In NSA Suite B, we do have AES-256 (for TS), however the the ECC is limited to P-384, despite P-521 officially codified in NIST FIPS-186-4. This appears to introduce an entropic choke point if we're have a cryptographic "pipeline".

Example: If we're doing ECDH off P-384 keys to then AES-256 encrypt, we're effectively passing just 192 bits of keying entropy into the AES-256 engine.

Reading the only known response (that I know) on this IETF thread, the statement reads

Regarding NSA's omission of P-521, P-256 and P-384 will satisfy all of the U.S. Government's requirements so only these are included in Suite B. We don't have a requirement that warrants the inclusion of P-521.

I'm not able to piece these seemingly contradictory pieces of data, so I thought I'd ask other here.
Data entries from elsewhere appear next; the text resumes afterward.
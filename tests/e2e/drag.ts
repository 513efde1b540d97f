import type { Locator, Page } from '@playwright/test'

/** Presses on a card and starts it moving, as a person picks it up. */
async function pickUp(page: Page, card: Locator) {
  await card.scrollIntoViewIfNeeded()
  const from = (await card.boundingBox())!
  await page.mouse.move(from.x + from.width / 2, from.y + 20)
  await page.mouse.down()
  await page.mouse.move(from.x + from.width / 2 + 10, from.y + 30, { steps: 4 })
}

/** Travels to a point near the top of `target` (where its list begins), or its middle. */
async function travelTo(page: Page, target: Locator, where: 'list' | 'middle') {
  const to = (await target.boundingBox())!
  await page.mouse.move(to.x + to.width / 2, where === 'list' ? to.y + 40 : to.y + to.height / 2, { steps: 12 })
}

/**
 * Drags a card onto a column's drop area with the mouse, as a person would: press, travel,
 * release. Returns the moment of release (performance.now()), for timing what follows.
 */
export async function dragCard(page: Page, card: Locator, target: Locator): Promise<number> {
  await pickUp(page, card)
  await travelTo(page, target, 'list')
  const releasedAt = performance.now()
  await page.mouse.up()
  return releasedAt
}

/**
 * Drags a card over `via` (so the list there takes it in passing) and lets go over `release`:
 * where a person changes their mind mid-drag, or misses the column they aimed at.
 */
export async function dragVia(page: Page, card: Locator, via: Locator, release: Locator): Promise<void> {
  await pickUp(page, card)
  await travelTo(page, via, 'list')
  await travelTo(page, release, 'middle')
  await page.mouse.up()
}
Why was P-521 excluded? Is it technical or non-technical? Additional info would be appreciated.

EDIT:

Not very directly related but I checked some empirical testing results. Seems compute times roughly double going from P-256 => P-386 => P-521, for almost any EC operation. Take for example signing a short (1200 bytes) message.

P-256:  8ms ( 64 byte signature) 
P-384: 15ms ( 96 byte signature)
P-521: 30ms (132 byte signature)

It's not directly representative of the entropic bottleneck above, more aligned towards the "good enough" line of thought. But then, AES-192 should have also sufficed...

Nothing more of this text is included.